In A Nutshell
In its natural form, most cheese is sort of a white color. It’s nothing like the bright orange we see today, and that’s not a new thing. High-quality grazing lands, cows, and milk once made high-quality cheese that was yellow-orange, but when cheesemakers started taking the beta-carotene-rich cream to make butter with, they lost the color that had been a mark of high quality. They started adding all sorts of dyes to make up for it. That was in the 17th century, and we’ve been including the food dyes and additives ever since.
The Whole Bushel
Take a look at the majority of mass-produced cheese in many grocery stores today, and you’ll likely be struck by one thought: nothing natural could ever be that color.

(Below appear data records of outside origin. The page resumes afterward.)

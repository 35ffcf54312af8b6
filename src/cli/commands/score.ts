/**
 * `kinhue score <colour photos...> [--model <dir>]... [--out <dir>] [--json]`: takes the colour
 * out of colour originals, puts it back with each model and two baselines, and measures how close
 * each comes to the original.
 */
import type { ArgumentsCamelCase, Argv, CommandModule } from 'yargs';
import { UsageError } from '../../errors.js';
import { formatScoreTable, score, scoreToJson, writeScoreFiles, type ScoreEvent, type ScoreOptions } from '../../report/index.js';
import { ExitCode } from '../exit-codes.js';
import { addOptions, checkOptions, checks, coreOptions, type CliArgs, type OptionTable } from '../option-table.js';
import { Progress } from '../progress.js';

const EXAMPLE = 'kinhue score demo-photos/originals --model models/kinhue-base --model models/mine';

/** The core options the command line offers. */
type CoreFlags = Pick<ScoreOptions, 'out' | 'workSize' | 'vividness' | 'skin' | 'memory'>;

/** Options of the command line only: `--model`, repeated, gives the core's `models`. */
interface CommandFlags {
  model?: string[];
  json: boolean;
}

/** The `score` command line as yargs parses it. */
export type ScoreArgs = { photos: string[] } & CliArgs<CoreFlags & CommandFlags>;

const CORE_FLAGS: OptionTable<CoreFlags> = {
  out: { type: 'string', describe: 'folder to write kinhue-score.csv and kinhue-score.json into', check: checks.folder('out', 'a folder') },
  workSize: {
    type: 'number',
    describe: 'long side in pixels at which the model runs (as for restore)',
    check: checks.wholeNumber('work-size', 64, 4096),
  },
  vividness: {
    type: 'number',
    describe:
      "how much colour each model dares, 0 to 1: 0 is the most cautious (more left grey), 1 the boldest (more wrong colour) (default: each model's own)",
    check: checks.share('vividness', '0 cautious, 1 bold'),
  },
  skin: {
    type: 'boolean',
    default: true,
    describe: 'give the faces found a skin hue, as restore does; --no-skin to score the model alone',
  },
  memory: {
    type: 'string',
    describe: "a folder of colour photographs used as restore's --memory: each model is scored alone and with it",
    check: checks.folder('memory', 'a folder of colour photographs'),
  },
};

const COMMAND_FLAGS: OptionTable<CommandFlags> = {
  model: {
    type: 'string',
    array: true,
    describe: 'model folder; repeat to compare models (default: the shipped model)',
    check: (models) =>
      models.some((m) => typeof m !== 'string' || m.trim() === '')
        ? '--model needs a model folder'
        : new Set(models).size !== models.length
          ? 'the same --model is named twice'
          : undefined,
  },
  json: { type: 'boolean', default: false, describe: 'print the report as JSON instead of a table' },
};

/**
 * Checks a parsed `score` command line. Pure: throws UsageError with an example.
 * @example
 *   check({ photos: ['originals/'], model: ['models/a', 'models/b'] }); // true
 */
export function check(argv: Partial<ScoreArgs>): true {
  const photos = argv.photos ?? [];
  if (photos.length === 0 || photos.some((p) => typeof p !== 'string' || p.trim() === '')) {
    throw new UsageError(`name at least one colour photo or folder of them\nExample usage: ${EXAMPLE}`);
  }
  checkOptions(argv, COMMAND_FLAGS, EXAMPLE);
  checkOptions(argv, CORE_FLAGS, EXAMPLE);
  return true;
}

export const command: CommandModule<object, ScoreArgs> = {
  command: 'score <photos...>',
  describe: 'measure models against colour originals, beside a grey and a colour-transfer baseline',
  builder: (yargs: Argv) =>
    (
      addOptions(addOptions(yargs, COMMAND_FLAGS), CORE_FLAGS)
        .positional('photos', { type: 'string', array: true, describe: 'colour originals: files and folders (searched recursively)' })
        .example(EXAMPLE, 'compare the shipped model with a tuned one on the demo originals')
        .example('kinhue score originals/ --out scores/ --json', 'write CSV and JSON, and print JSON')
        .example(
          'kinhue score farm-album/test --memory farm-album/tune',
          'the shipped model alone and with a colour memory of other photos of the same places',
        ) as unknown as Argv<ScoreArgs>
    ).check((argv) => check(argv as Partial<ScoreArgs>)),
  handler: async (argv: ArgumentsCamelCase<ScoreArgs>) => {
    const progress = new Progress();
    const onEvent = (event: ScoreEvent): void => {
      if (event.type === 'photo')
        progress.update(event.done / event.total, `scoring ${event.done}/${event.total}  ${event.file}`, event.done === event.total);
    };
    const report = await score({ ...coreOptions(argv, CORE_FLAGS), photos: argv.photos, models: argv.model, onEvent });
    progress.done();
    if (argv.out) {
      const files = await writeScoreFiles(report, argv.out);
      (argv.json ? console.error : console.log)(`wrote ${files.csv} and ${files.json}`);
    }
    if (argv.json) process.stdout.write(scoreToJson(report));
    else console.log(formatScoreTable(report));
    process.exitCode = report.failures.length ? ExitCode.SOME_FAILED : ExitCode.OK;
  },
};
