/**
 * The classical damage detector: morphological top-hats (Meyer 1979; Serra 1982) find details
 * narrower than a square window that stand out brighter (white top-hat, L* minus its opening) or darker
 * (black top-hat, its closing minus L*) than their surroundings: specks, hairs and scratches, but also
 * catch-lights, twigs and print grain. A pixel is a seed when its top-hat passes a threshold set by the
 * scan's grain (a robust noise estimate) and by how busy its neighbourhood is, so texture must stand out
 * more than a plain sky; the mask then grows from the seeds into weaker response of the same sign
 * (hysteresis, Canny 1986) to take in soft edges, and by one pixel.
 */
import { boxMean, dilateMask } from './morphology.js';
import { openingAndClosing } from './onnx-morphology.js';

export interface DetectorSettings {
  /** Half the top-hat window: details up to about 2 * radius pixels across are found. */
  radius: number;
  /** The least top-hat, in L*, that seeds the mask anywhere. */
  minContrast: number;
  /** Seeds also need this many times the scan's noise (standard deviation of L*). */
  noiseFactor: number;
  /** ... and this many times the mean top-hat of their neighbourhood (texture). */
  activityFactor: number;
  /** Top-hat values above this count as this much texture (one strong speck raises its own threshold little). */
  activityCap: number;
  /** Half the neighbourhood window over which texture is measured. */
  activityRadius: number;
  /** Grown pixels need this share of the seed threshold. */
  growRatio: number;
  /** ... and this many times the noise left after the 3 x 3 mean. */
  growNoise: number;
  /** Pixels added around the mask at the end. */
  margin: number;
}

/**
 * Settings chosen on seeded synthetic damage over soft, grainy scenes (`softScene` in measures.ts):
 * the detection goals met while undamaged scenes stay under 0.1% changed. On detailed photographs
 * (foliage, crowds, lettering) the detector takes fine detail for damage: `npm run bench -- repair`.
 */
export const DETECTOR_SETTINGS: DetectorSettings = {
  radius: 5,
  minContrast: 6,
  noiseFactor: 8,
  activityFactor: 2.5,
  activityRadius: 12,
  activityCap: 30,
  growRatio: 0.5,
  growNoise: 4,
  margin: 1,
};

export interface Detection {
  /** 1 where damage was found. */
  mask: Uint8Array;
  /** Signed top-hat: positive where brighter than its surroundings, negative where darker. */
  response: Float32Array;
  /** The seed threshold per pixel, in L*. */
  threshold: Float32Array;
  /** The scan's estimated noise, standard deviation in L*. */
  noise: number;
}

/**
 * Finds dust, hairs and scratches in an L* plane.
 * @example
 *   const { mask } = detectDamage(L, width, height);
 */
export function detectDamage(L: Float32Array, w: number, h: number, settings: DetectorSettings = DETECTOR_SETTINGS): Detection {
  const n = w * h;
  // Grain decides the top-hat of a plain area (the window's extreme grain): a 3 x 3 mean first cuts
  // it to a third, while a speck or hair a pixel or more across keeps most of its contrast.
  const smooth = boxMean(L, w, h, 1);
  const { open, close } = openingAndClosing(smooth, w, h, settings.radius);
  const response = new Float32Array(n);
  for (let i = 0; i < n; i++) {
    const bright = smooth[i]! - open[i]!;
    const dark = close[i]! - smooth[i]!;
    response[i] = bright >= dark ? bright : -dark;
  }
  const noise = noiseSigma(L, w, h);
  const smoothNoise = noise / 3;
  const threshold = new Float32Array(n);
  const base = Math.max(settings.minContrast, settings.noiseFactor * smoothNoise);
  if (settings.activityFactor > 0) {
    // Texture measure: capped, so one strong speck raises its own neighbourhood's threshold little.
    const strength = response.map((r) => Math.min(Math.abs(r), settings.activityCap));
    const activity = boxMean(strength, w, h, settings.activityRadius);
    for (let i = 0; i < n; i++) threshold[i] = Math.max(base, settings.activityFactor * activity[i]!);
  } else {
    threshold.fill(base);
  }
  const growFloor = settings.growNoise * smoothNoise;
  const mask = new Uint8Array(n);
  const stack: number[] = [];
  for (let i = 0; i < n; i++) {
    if (mask[i] || Math.abs(response[i]!) < threshold[i]!) continue;
    mask[i] = 1;
    stack.push(i);
    const sign = response[i]! > 0;
    while (stack.length) {
      const p = stack.pop()!;
      const x = p % w;
      const y = (p - x) / w;
      for (let dy = -1; dy <= 1; dy++) {
        const yy = y + dy;
        if (yy < 0 || yy >= h) continue;
        for (let dx = -1; dx <= 1; dx++) {
          const xx = x + dx;
          if (xx < 0 || xx >= w) continue;
          const q = yy * w + xx;
          if (mask[q]) continue;
          const r = response[q]!;
          if (r > 0 === sign && Math.abs(r) >= Math.max(growFloor, settings.growRatio * threshold[q]!)) {
            mask[q] = 1;
            stack.push(q);
          }
        }
      }
    }
  }
  return { mask: dilateMask(mask, w, h, settings.margin), response, threshold, noise };
}

/**
 * Noise of an L* plane as a standard deviation: the median absolute deviation of the second
 * difference along rows, which edges barely move (Donoho & Johnstone 1994 use the same robust scale).
 */
export function noiseSigma(L: Float32Array, w: number, h: number): number {
  const bins = new Uint32Array(4096);
  const scale = 100;
  let count = 0;
  const step = Math.max(1, Math.floor((w * h) / 500_000));
  for (let y = 0; y < h; y += step) {
    for (let x = 1; x + 1 < w; x++) {
      const i = y * w + x;
      const d = Math.abs(L[i]! - 0.5 * (L[i - 1]! + L[i + 1]!));
      bins[Math.min(4095, Math.floor(d * scale))]++;
      count++;
    }
  }
  if (!count) return 0;
  let seen = 0;
  let k = 0;
  for (; k < 4096; k++) {
    seen += bins[k]!;
    if (seen * 2 >= count) break;
  }
  // A second difference of independent noise has variance 1.5 sigma^2; 1.4826 turns a MAD into a sigma.
  return (1.4826 * ((k + 0.5) / scale)) / Math.sqrt(1.5);
}
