/**
 * `kinhue sheet <restore output folder> [-o <file.html>] [--embed]`: one HTML page for reviewing a
 * restore run side by side in a browser, offline.
 */
import type { ArgumentsCamelCase, Argv, CommandModule } from 'yargs';
import { UsageError } from '../../errors.js';
import { makeSheet } from '../../report/index.js';
import { ExitCode } from '../exit-codes.js';

const EXAMPLE = 'kinhue sheet demo-restored -o demo-restored/review.html';

/** The `sheet` command line as yargs parses it. */
export interface SheetArgs {
  run: string;
  output?: string;
  embed: boolean;
}

/**
 * Checks a parsed `sheet` command line. Pure: throws UsageError with an example.
 * @example
 *   check({ run: 'restored', output: 'restored/review.html' }); // true
 */
export function check(argv: Partial<SheetArgs>): true {
  const fail = (message: string): never => {
    throw new UsageError(`${message}\nExample usage: ${EXAMPLE}`);
  };
  if (typeof argv.run !== 'string' || argv.run.trim() === '') fail('name the output folder of a restore run');
  if (argv.output !== undefined) {
    if (typeof argv.output !== 'string' || argv.output.trim() === '') fail('-o needs a file name ending in .html');
    if (!/\.html?$/i.test(argv.output as string)) fail(`-o must name an .html file, got ${argv.output}`);
  }
  return true;
}

export const command: CommandModule<object, SheetArgs> = {
  command: 'sheet <run>',
  describe: 'make one HTML page to review a restore run: scan, result and confidence side by side',
  builder: (yargs: Argv) =>
    (yargs
      .positional('run', { type: 'string', describe: 'the output folder of a restore run' })
      .option('output', { alias: 'o', type: 'string', describe: 'the page to write (default: <run>/kinhue-sheet.html)' })
      .option('embed', { type: 'boolean', default: false, describe: 'put the pictures inside the page (as previews) instead of linking to them' })
      .example(EXAMPLE, 'review the demo run; open the page in any browser, no network needed')
      .example('kinhue sheet restored -o review.html --embed', 'a single file to send or archive, pictures included') as unknown as Argv<SheetArgs>)
      .check((argv) => check(argv as Partial<SheetArgs>)),
  handler: async (argv: ArgumentsCamelCase<SheetArgs>) => {
    const sheet = await makeSheet({ run: argv.run, output: argv.output, embed: argv.embed });
    const failed = sheet.failed ? `, ${sheet.failed} failed` : '';
    console.log(`wrote ${sheet.output} (${sheet.restored} restored${failed}); open it in a browser`);
    process.exitCode = ExitCode.OK;
  },
};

We’re fussy about our foods, and whether it’s a slab of weird rubber cheese or a slathering of nacho cheese, it’s pretty unnatural-looking if you bother to pay attention.
That’s nothing new. We’ve been doing weird things to the color of our cheese for centuries.
It all started with high-class cheese. When the best cheese was made in pre-17th-century England, it came from Guernsey and Jersey cows that were native to a particular area in England. For around 500 years, all the best cheese came out of the village of Cheddar in Somerset. (Yes, really.) And that kind of fame means that their product sets the standard.
The grasses that Somerset cows grazed on was known for its high beta-carotene content, which was passed on to the cows’ milk. That gives the final product a sort of mildly yellowish-orange color. That’s how you knew your cheese was the good stuff.
By the time the 1800s hit, cheesemakers were learning how to stretch their raw materials a little farther. If they took off the cream, they could use it to make butter.
That also took away the color that people had become so used to. The cream is where the color is.
Cheese became white, and people don’t like those kinds of sudden changes in their favorite foods. So in the 17th century, cheesemakers started something that’s continued today.
They started adding things like marigold, carrot juice, and saffron to their cheese in order to keep it the same color. Finally, they settled on a food dye called annatto, which was taken from the seeds of the achiote plant.
It has a long history, and it’s a South American native that was even used by the Mayans to change the color of their food.
It’s claimed to have some health benefits, too, like lowering blood pressure, but it’s also been claimed that it can cause some major digestive issues and aggravate irritable bowel syndrome.
Annatto showed up most noticeably in Leicestershire cheese, and it’s still one of the most distinctively colored cheeses, bright red because of the annatto.
People took their cheese seriously in England, and as early as the 1750s there were standards that cheesemakers were held to. These standards weren’t just locked away in some government office to be read only by the upper class or the literate, either.
They were spread by word of mouth and by official town criers who made sure everyone knew about the standards required and the punishments that would be handed out to anyone who sold low-quality cheese.